Oh so cute the cotton really looks like snow!


----------



## Pattie (Jun 25, 2008)

Yay! All eyes are open and shining. Little ones are toddling about. I will try to get photos today. Next week when they are 3 weeks old, they will be moving into bigger digs with their own potty patch.


----------



## Suzi (Oct 27, 2010)

Boys are always a bit sloweround: Just kidding now they all can see


----------



## Bona (Sep 9, 2008)

Congratulations! They are so adorable!!! Keep us posted on their growth and share more photos.


----------



## Pattie (Jun 25, 2008)

*Thrillers are 3 weeks old today.*

*:whoo:It's a milestone for the Thrillers, Paris, PrinceM (Mikey) and Blanket- 3 weeks today. I have prepared their new, larger digs in the living room, but will probably wait until Sunday to move them there. They had a trial run today, but acted like real babies (LOL), cried, and wanted back in their safe whelping box. So we'll give them another taste of freedom tomorrow. They are still walking around like drunken sailors anyway. Enjoy the pictures.*

*From the top: Mikey, Paris and Blanket "Life is hard."*


----------



## motherslittlehelper (Mar 18, 2010)

Oh, heavens! Just look at those sweet tummies! Just want to kiss them! Just precious, Pattie!


----------



## misstray (Feb 6, 2011)

hee hee love those tummy pictures!


----------



## Maxmom (Jul 22, 2008)

Priceless photos! I agree, I want to kiss those tummies. Made my day.


----------



## klf0110 (Jun 30, 2009)

Can't get any cuter than that, now all we need is the puppy smell and little puppy noises to go along with the pic.


----------



## krandall (Jun 11, 2009)

Pattie said:


> *:whoo:It's a milestone for the Thrillers, Paris, PrinceM (Mikey) and Blanket- 3 weeks today. I have prepared their new, larger digs in the living room, but will probably wait until Sunday to move them there. They had a trial run today, but acted like real babies (LOL), cried, and wanted back in their safe whelping box. So we'll give them another taste of freedom tomorrow. They are still walking around like drunken sailors anyway. Enjoy the pictures.*
> 
> *From the top: Mikey, Paris and Blanket "Life is hard."*


I'm sorry, but I just don't believe those puppies can walk... Even like deunken sailors. They are so fat that they must need to ROLL from one place to another!ound: i have to agree, those are about the cutest tummies I've ever seen.


----------



## clare (Feb 6, 2010)

Dear little chubby tum tums!


----------



## Suzi (Oct 27, 2010)

Oh my those have got to be the most darling little 3 week old puppy's I have ever seen. Fat rollie pollie pups are the best!:llama:


----------



## Pattie (Jun 25, 2008)

Well, I've moved them into the "big" X-pen in the Liv. Rm with Mama. So far so good. Put down one of their soiled pee pads on top of the potty patch as an inducement. Had a little crying still, but if all goes well, they will not go back to the whelping pen tonight. We'll see how the little chubettes do today.

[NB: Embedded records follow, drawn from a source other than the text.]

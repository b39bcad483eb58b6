"""Reading and writing NetCDF so that nothing is lost.

* :func:`open_input` opens one file (or several along time) lazily, with Dask
  chunks sized from a memory budget (:func:`choose_chunks`).
* :func:`prepare_output` decides, variable by variable, what is written how:
  variables frameshift did not touch are copied as stored (packed integers,
  fill values, time units and calendars intact); variables it computed are
  written as float, compressed, chunked in step with their Dask chunks, and
  never re-packed with an input's packing; coordinates get no ``_FillValue``.
* :func:`write_atomic` writes to a temporary file next to the target and
  renames it into place only after a complete write.
* :func:`write_manifest` / :func:`is_current` keep a small JSON sidecar per
  output, so a re-run skips outputs that are complete and up to date.
"""

from __future__ import annotations

import contextlib
import functools
import math
import os
import threading
import warnings
from collections.abc import Callable, Mapping, Sequence
from concurrent.futures import ThreadPoolExecutor
from pathlib import Path

import numpy as np
import xarray as xr

from frameshift import safefiles
from frameshift.errors import (
    ConventionError,
    MissingInputError,
    UnsupportedInputError,
    WriteError,
)
from frameshift.storage import (
    DISK_CHUNK_BYTES,
    decode_labels,
    disk_chunks,
    encode_labels,
    largest_divisor,
    plan_output,
)

__all__ = [
    "DISK_CHUNK_BYTES",
    "WORKING_COPIES",
    "ZARR_FORMAT",
    "check_stored_attributes",
    "choose_chunks",
    "decode_labels",
    "default_memory",
    "disk_chunks",
    "encode_labels",
    "input_format",
    "is_current",
    "manifest_path",
    "open_input",
    "parse_memory",
    "prepare_output",
    "write_atomic",
    "write_manifest",
    "write_store_atomic",
]
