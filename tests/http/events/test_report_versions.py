"""Burnout reports carry a version: ETag / If-None-Match on GET, bumped by every state change."""

from __future__ import annotations

from datetime import timedelta

import pytest
from fastapi.testclient import TestClient
from sqlalchemy import update
from sqlalchemy.orm import Session
from sqlalchemy.orm.exc import StaleDataError

from service.db.base import utcnow
from service.events import burnouts, reports
from service.events.models import BurnoutReport
from tests.factories import plan_area, plan_fixtures, plan_lamp_type, plan_site


def _report(db: Session) -> tuple[int, int]:
    """A committed open report on a fresh area; (report id, area id)."""
    s = plan_site(db)
    a = plan_area(db, s)
    fx = plan_fixtures(
        db, a, plan_lamp_type(db), 1, lamps=1, installed_at=utcnow() - timedelta(weeks=8)
    )
    report = burnouts.report_burnout(
        db, position_id=fx[0].positions[0].id, reported_at=utcnow() - timedelta(days=1)
    )
    db.commit()
    return report.id, a.id


def test_report_etag_follows_every_state_change(
    client: TestClient, db: Session, writer: dict[str, str]
) -> None:
    rid, area_id = _report(db)
    first = client.get(f"/api/v1/burnout-reports/{rid}", headers=writer)
    assert first.status_code == 200
    assert first.headers["etag"] == f'"{first.json()["version"]}"' == '"1"'
    again = client.get(f"/api/v1/burnout-reports/{rid}", headers={**writer, "If-None-Match": '"1"'})
    assert again.status_code == 304 and again.headers["etag"] == '"1"'

    # A spot order takes it in (open -> ordered): a new version, the old ETag is stale.
    order = client.post(
        "/api/v1/work-orders",
        json={"area_id": area_id, "kind": "spot_replacement"},
        headers=writer,
    )
    assert order.status_code == 201, order.text
    ordered = client.get(
        f"/api/v1/burnout-reports/{rid}", headers={**writer, "If-None-Match": '"1"'}
    )
    assert ordered.status_code == 200
    assert ordered.json()["status"] == "ordered" and ordered.json()["version"] == 2

    # Cancelling the order reopens it (ordered -> open): bumped again.
    cancel = client.post(f"/api/v1/work-orders/{order.json()['id']}/cancel", headers=writer)
    assert cancel.status_code == 200, cancel.text
    reopened = client.get(f"/api/v1/burnout-reports/{rid}", headers=writer).json()
    assert reopened["status"] == "open" and reopened["version"] == 3

    # Closing (the ORM path) bumps it too.
    reports.close_reports(db, [rid], None)
    db.commit()
    closed = client.get(f"/api/v1/burnout-reports/{rid}", headers=writer)
    assert closed.json()["status"] == "closed" and closed.json()["version"] == 4
    assert closed.headers["etag"] == '"4"'


def test_stale_report_update_is_refused(engine: object, db: Session) -> None:
    """Two sessions change one report: the one holding the older version loses."""
    rid, _ = _report(db)
    stale = db.get(BurnoutReport, rid)
    assert stale is not None and stale.version == 1
    # Another transaction moves the report on meanwhile (its UPDATE bumps the version).
    db.execute(
        update(BurnoutReport)
        .where(BurnoutReport.id == rid)
        .values(note="changed elsewhere", version=BurnoutReport.version + 1)
        .execution_options(synchronize_session=False)
    )
    with pytest.raises(StaleDataError):
        stale.note = "written from an old copy"
        db.flush()
    db.rollback()
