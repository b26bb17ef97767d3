/**
 * The background queue of large reports, on pg-boss in the same database as the digests (schema
 * "pgboss", queue "report-build"). The API only sends (`send`, after the run's row committed);
 * the worker (`startWorker`, server/index.ts, or a test) builds. pg-boss is started on first use,
 * so an app that never builds a large report opens no connection for it.
 *
 * Every hour the worker also removes built files past their keeping time (runs.ts).
 */
import PgBoss from 'pg-boss';
import { buildRun, sweepExpiredReports, type BuildDeps } from './runs';

export const REPORT_QUEUE = 'report-build';

export interface ReportQueue {
  send(runId: string): Promise<void>;
  /** Starts building queued runs in this process. */
  startWorker(deps: BuildDeps, options?: { pollingIntervalSeconds?: number }): Promise<void>;
  stop(): Promise<void>;
}

export function createReportQueue(options: { connectionString: string; log: (message: string, err?: unknown) => void }): ReportQueue {
  let boss: PgBoss | undefined;
  let starting: Promise<PgBoss> | undefined;
  let sweepTimer: NodeJS.Timeout | undefined;

  function started(): Promise<PgBoss> {
    starting ??= (async () => {
      const b = new PgBoss({ connectionString: options.connectionString, schema: 'pgboss', max: 3, application_name: 'trimout-reports' });
      b.on('error', (err) => options.log('pg-boss error (reports)', err));
      await b.start();
      // One report at a time per worker; an hour is far longer than any report should take.
      await b.createQueue(REPORT_QUEUE, { name: REPORT_QUEUE, policy: 'standard', retryLimit: 1, retryDelay: 30, expireInMinutes: 60 });
      boss = b;
      return b;
    })();
    return starting;
  }

  return {
    async send(runId) {
      const b = await started();
      await b.send(REPORT_QUEUE, { runId });
    },
    async startWorker(deps, workOptions = {}) {
      const b = await started();
      await b.work<{ runId: string }>(REPORT_QUEUE, { pollingIntervalSeconds: workOptions.pollingIntervalSeconds ?? 2, batchSize: 1 }, async (jobs) => {
        for (const job of jobs) await buildRun(deps, job.data.runId);
      });
      const sweep = () => {
        void sweepExpiredReports(deps.sequelize, deps.store)
          .then((n) => n > 0 && deps.log(`removed ${n} report file(s) past their keeping time`))
          .catch((err: unknown) => deps.log('removing old report files failed', err));
      };
      sweep();
      sweepTimer = setInterval(sweep, 60 * 60 * 1000);
      sweepTimer.unref();
    },
    async stop() {
      if (sweepTimer) clearInterval(sweepTimer);
      if (starting) await starting.catch(() => undefined);
      await boss?.stop({ graceful: true, wait: true, timeout: 10_000 });
      boss = undefined;
      starting = undefined;
    },
  };
}
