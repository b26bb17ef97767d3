/**
 * Companies on a job, with the trades they cover there.
 * GET    /companies/known                        signed in; companies the caller's company already works with
 * GET    /jobs/:jobId/companies?trade=           all roles
 * POST   /jobs/:jobId/companies                  GC manager (Idempotency-Key); { companyId, trades } or { name, trades }
 * PATCH  /jobs/:jobId/companies/:companyId       GC manager (If-Match); { trades }
 * DELETE /jobs/:jobId/companies/:companyId       GC manager (If-Match); 409 for the owner or while members belong to it
 * Reads and writes: server/services/companies.ts; adding one: commands/addJobCompany.ts.
 */
import { Router } from 'express';
import type { z } from 'zod';
import { addJobCompanySchema, companyListQuerySchema, companyParamsSchema, updateJobCompanySchema } from '../../shared/schemas/setup';
import { addJobCompany } from '../commands/addJobCompany';
import { valid, validate } from '../middleware/validate';
import { policy } from '../policies';
import { presentJobCompany } from '../presenters/company';
import { changeJobCompany, knownCompanies, listJobCompanies, removeJobCompany } from '../services/companies';
import { idempotentWrite } from '../services/idempotency';
import { pageRequest } from '../services/paging';
import { inTransaction } from '../services/records';
import { setEtag } from '../services/versioning';

export function companiesRouter(): Router {
  const router = Router();

  router.get('/companies/known', policy.signedIn(), async (req, res) => {
    res.json({ items: await knownCompanies(req.user!.id, req.user!.companyId), nextCursor: null });
  });

  router.get('/jobs/:jobId/companies', policy.jobMember(), validate({ query: companyListQuerySchema }), async (req, res) => {
    const query = valid<z.infer<typeof companyListQuerySchema>>(req.valid.query);
    const page = pageRequest(req, { sort: 'name', value: 'text' });
    res.json(await listJobCompanies(req.membership!.job, query.trade, page));
  });

  router.post('/jobs/:jobId/companies', policy.jobMember(['gc_manager']), validate({ body: addJobCompanySchema }), async (req, res) => {
    const body = valid<z.infer<typeof addJobCompanySchema>>(req.valid.body);
    const job = req.membership!.job;
    await idempotentWrite(req, res, async (transaction) => {
      const { link, company } = await addJobCompany({ transaction, job, actor: req.user! }, body);
      setEtag(res, link.version);
      return { status: 201, body: presentJobCompany(link, company, { isOwner: company.id === job.ownerCompanyId, memberCount: 0 }) };
    });
  });

  router.patch(
    '/jobs/:jobId/companies/:companyId',
    policy.jobMember(['gc_manager']),
    validate({ params: companyParamsSchema, body: updateJobCompanySchema }),
    async (req, res) => {
      const { companyId } = valid<z.infer<typeof companyParamsSchema>>(req.valid.params);
      const body = valid<z.infer<typeof updateJobCompanySchema>>(req.valid.body);
      const dto = await inTransaction(req, (transaction) =>
        changeJobCompany({ transaction, job: req.membership!.job, ifMatch: req.get('if-match') }, companyId, body),
      );
      setEtag(res, dto.version);
      res.json(dto);
    },
  );

  router.delete('/jobs/:jobId/companies/:companyId', policy.jobMember(['gc_manager']), validate({ params: companyParamsSchema }), async (req, res) => {
    const { companyId } = valid<z.infer<typeof companyParamsSchema>>(req.valid.params);
    await inTransaction(req, (transaction) => removeJobCompany({ transaction, job: req.membership!.job, ifMatch: req.get('if-match') }, companyId));
    res.status(204).end();
  });

  return router;
}
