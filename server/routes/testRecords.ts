/**
 * Test records (docs/api-test-records.md).
 * GET  /jobs/:jobId/test-records                     every role (subcontractor: their company's systems and units); filters, paged
 * POST /jobs/:jobId/test-records                     inspector, subcontractor of the responsible company (Idempotency-Key);
 *                                                    JSON, or multipart with `data` (the JSON) and up to 10 `photos` → 201
 * GET  /jobs/:jobId/test-records.csv                 every role, same scope and filters; rate-limited
 * GET  /jobs/:jobId/test-records/:recordId           every role in scope (else 404); ETag
 * POST /jobs/:jobId/test-records/:recordId/witness   inspector, GC manager; If-Match (428/412); Idempotency-Key → 200
 *
 * The writes are server/commands/recordTest.ts and witnessTest.ts; a record and its photos are saved
 * all or nothing, as a finding's are (services/idempotency.ts idempotentPhotoWrite).
 */
import { Router } from 'express';
import type { z } from 'zod';
import { jobParamsSchema } from '../../shared/schemas/setup';
import {
  createTestRecordSchema,
  testRecordCsvQuerySchema,
  testRecordListQuerySchema,
  testRecordParamsSchema,
  witnessTestRecordSchema,
} from '../../shared/schemas/testRecords';
import { contextOf } from '../commands/context';
import { checkNewTestRecord, recordTest, testRecordAlreadyMade } from '../commands/recordTest';
import { witnessTest } from '../commands/witnessTest';
import { notFound } from '../errors';
import { createUploadGuard, photosWithJsonData, uploadedFiles, type UploadGuard } from '../middleware/upload';
import { valid, validate } from '../middleware/validate';
import { policy } from '../policies';
import { csvFileName, exportLimiter } from '../services/csvSafe';
import { sendRecordsAsCsv } from '../services/csvStream';
import { idempotentPhotoWrite, idempotentWrite, replayIfAnswered } from '../services/idempotency';
import { pageRequest } from '../services/paging';
import { processPhotos } from '../services/photos';
import { sequelizeOf } from '../services/records';
import { allTestRecords, figuresSummary, listTestRecords, testRecordDetail, TEST_RECORDS_CSV_HEADER } from '../services/testRecords';
import { setEtag } from '../services/versioning';
import type { ObjectStore } from '../storage/types';

/** Who makes a record: an inspector, or a subcontractor of the responsible company (checked per system). */
const RECORD_ROLES = ['inspector', 'subcontractor'] as const;
/** Who witnesses one. */
const WITNESS_ROLES = ['inspector', 'gc_manager'] as const;

type CreateBody = z.infer<typeof createTestRecordSchema>;
type ListQuery = z.infer<typeof testRecordListQuerySchema>;
type CsvQuery = z.infer<typeof testRecordCsvQuerySchema>;
type Params = z.infer<typeof testRecordParamsSchema>;
type WitnessBody = z.infer<typeof witnessTestRecordSchema>;

export interface TestRecordsRouterOptions {
  store: ObjectStore;
  uploads?: UploadGuard;
  log?: (message: string, err?: unknown) => void;
}

export function testRecordsRouter(options: TestRecordsRouterOptions): Router {
  const { store } = options;
  const log = options.log ?? ((m: string, e?: unknown) => console.error(m, e));
  const uploads = options.uploads ?? createUploadGuard();
  const multipartOrJson = photosWithJsonData('test record', 'next', { tempRoot: uploads.tempRoot });
  const router = Router();

  router.get('/jobs/:jobId/test-records', policy.jobMember(), validate({ params: jobParamsSchema, query: testRecordListQuerySchema }), async (req, res) => {
    const q = valid<ListQuery>(req.valid.query);
    const page = pageRequest(req, { sort: '-recordedAt', value: 'timestamp' });
    const { limit: _l, cursor: _c, ...filters } = q;
    res.json(await listTestRecords(sequelizeOf(req), req.scope!, filters, page));
  });

  router.post(
    '/jobs/:jobId/test-records',
    policy.jobMember(RECORD_ROLES),
    validate({ params: jobParamsSchema }),
    uploads.rate,
    multipartOrJson,
    validate({ body: createTestRecordSchema }),
    async (req, res) => {
      const body = valid<CreateBody>(req.valid.body);
      if (await replayIfAnswered(req, res)) return;
      const ctx = contextOf(req);
      const same = body.id ? await testRecordAlreadyMade(ctx, body.id) : null;
      if (same) {
        setEtag(res, same.version);
        res.status(200).json(same);
        return;
      }
      const files = uploadedFiles(req);
      // Everything that can be refused is refused before any photo is stored.
      const checked = await checkNewTestRecord(ctx, req.membership!.job, body, files.length);
      const processed = files.length > 0 ? await processPhotos(files, { charge: (pixels) => uploads.chargePixels(ctx.actor.id, pixels) }) : [];
      await idempotentPhotoWrite(req, res, { store, processed, log, what: 'of a replayed test record' }, async (transaction, photos) => {
        const detail = await recordTest({ ...ctx, transaction }, checked, photos);
        setEtag(res, detail.version);
        return { status: 201, body: detail };
      });
    },
  );

  router.get(
    '/jobs/:jobId/test-records.csv',
    policy.jobMember(),
    exportLimiter(),
    validate({ params: jobParamsSchema, query: testRecordCsvQuerySchema }),
    async (req, res) => {
      const filters = valid<CsvQuery>(req.valid.query);
      const { job } = req.membership!;
      const records = await allTestRecords(sequelizeOf(req), req.scope!, filters);
      await sendRecordsAsCsv(res, csvFileName('test-records', job.name), [
        [...TEST_RECORDS_CSV_HEADER],
        ...records.map((r) => [
          r.id,
          r.kind,
          r.system?.name ?? null,
          r.unit?.tag ?? null,
          r.company?.name ?? null,
          r.result,
          r.reasons.join(' '),
          figuresSummary(r),
          r.recordedBy.name,
          r.recordedAt,
          r.witnessedBy?.name ?? null,
          r.witnessedAt,
          r.supersedesId,
          r.supersededById,
          r.note,
        ]),
      ]);
    },
  );

  router.get('/jobs/:jobId/test-records/:recordId', policy.jobMember(), validate({ params: testRecordParamsSchema }), async (req, res) => {
    const { recordId } = valid<Params>(req.valid.params);
    const detail = await testRecordDetail(sequelizeOf(req), req.scope!, recordId);
    if (!detail) throw notFound('Test record not found.');
    setEtag(res, detail.version);
    res.json(detail);
  });

  router.post(
    '/jobs/:jobId/test-records/:recordId/witness',
    policy.jobMember(WITNESS_ROLES),
    validate({ params: testRecordParamsSchema, body: witnessTestRecordSchema }),
    async (req, res) => {
      const { recordId } = valid<Params>(req.valid.params);
      const body = valid<WitnessBody>(req.valid.body);
      const ctx = contextOf(req);
      await idempotentWrite(req, res, async (transaction) => {
        const detail = await witnessTest({ ...ctx, transaction }, recordId, req.get('if-match'), body);
        setEtag(res, detail.version);
        return { status: 200, body: detail };
      });
    },
  );

  return router;
}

Thanks everyone for your dear comments. Those little tummies are so hard to resist. They are batting one another and chewing faces and tales. I will try to get a little video of them in action.


----------



## The Laughing Magpie (Aug 20, 2009)

Congrats, another beautiful litter. Love that you share your little babies with all of us.


----------



## Pattie (Jun 25, 2008)

*Video:The Thrillers wrastlin'*

Here's a video of the Thrillers wrestling with each other. They are 3.5 weeks old now and have moved into their new, larger digs in the living room. What a trip they are. Here is the video on YouTube:

*



*


----------



## HavaneseSoon (Nov 4, 2008)

So cute! Love those fat tummy pictures! Thanks so much for sharing the puppy pictures.


----------



## The Laughing Magpie (Aug 20, 2009)

So cute, I just never tire of cute pups. Lucky you, I just don't know how you get anything done, the temptation to watch them play, must call you regularly. It is really wonderful that you share them with all of us. Thank you.


----------



## clare (Feb 6, 2010)

It makes me laugh watching the cute little rough and tumble pups,with the sensuous music in the back ground! Thank you for sharing your beautiful litters with us on the forum,they are always a joy to watch.


----------



## Pattie (Jun 25, 2008)

*The Thriller Litter is 6 weeks old today*

MIkey, Paris and Blanket are 6 weeks old today. It's been awhile since you've seen them. Here is a video on YouTube to catch you up:


----------



## Carefulove (Mar 20, 2009)

They are so beautiful!!!


----------



## TilliesMom (Sep 30, 2010)

awwwww, yay puppies!!! Thanks so much for updating us!
I love the way mama is watching them the whole time, so sweet!!


----------



## clare (Feb 6, 2010)

As always beautiful puppies,and a sweet video,thank you.


----------



## dbeech (Jun 16, 2009)

Such cuties...I love the pic of the one sleep with his legs through the pen.


----------



## Kathie (Jul 31, 2008)

They are such little cuties and their mom is so sweet sitting there watching over them!


----------



## klf0110 (Jun 30, 2009)

So glad you finally posted, I was beginning to worry. They are little fluff balls now Ozzie looks great too.


----------



## dodrop82 (May 21, 2010)

OHHHHH SWEET JESUS, HELP ME! If I didn't already have a full pack, I'd be callin' you up!!!!! They are GORGEOUS! And my love for Micheal would have put me over the top! LOVE, LOVE, LOVE these pups!!!!!


----------



## The Laughing Magpie (Aug 20, 2009)

Look at those little happy tails!!!!! I do believe they are laughing. Such dolls.


----------



## Pattie (Jun 25, 2008)

Well, the puppies had a big day today as some of their new families came to visit. They are sleeping off the excitement now and I know they need their rest. In fact, all of the dogs loved the visitors and had a great time. Everyone is conked out. I love it when the folks are so excited about their soon to be new furfamily members. I think I neeed a rest, too. LOL


----------



## Pattie (Jun 25, 2008)

OK, I could not resist videoing the Thrillers today as they played outside in their very first snow. At 6 and one half weeks old, Mikey, Blanket and Paris are curious, active and just adorably fun to watch. Mama ChaCha was there to supervise, too.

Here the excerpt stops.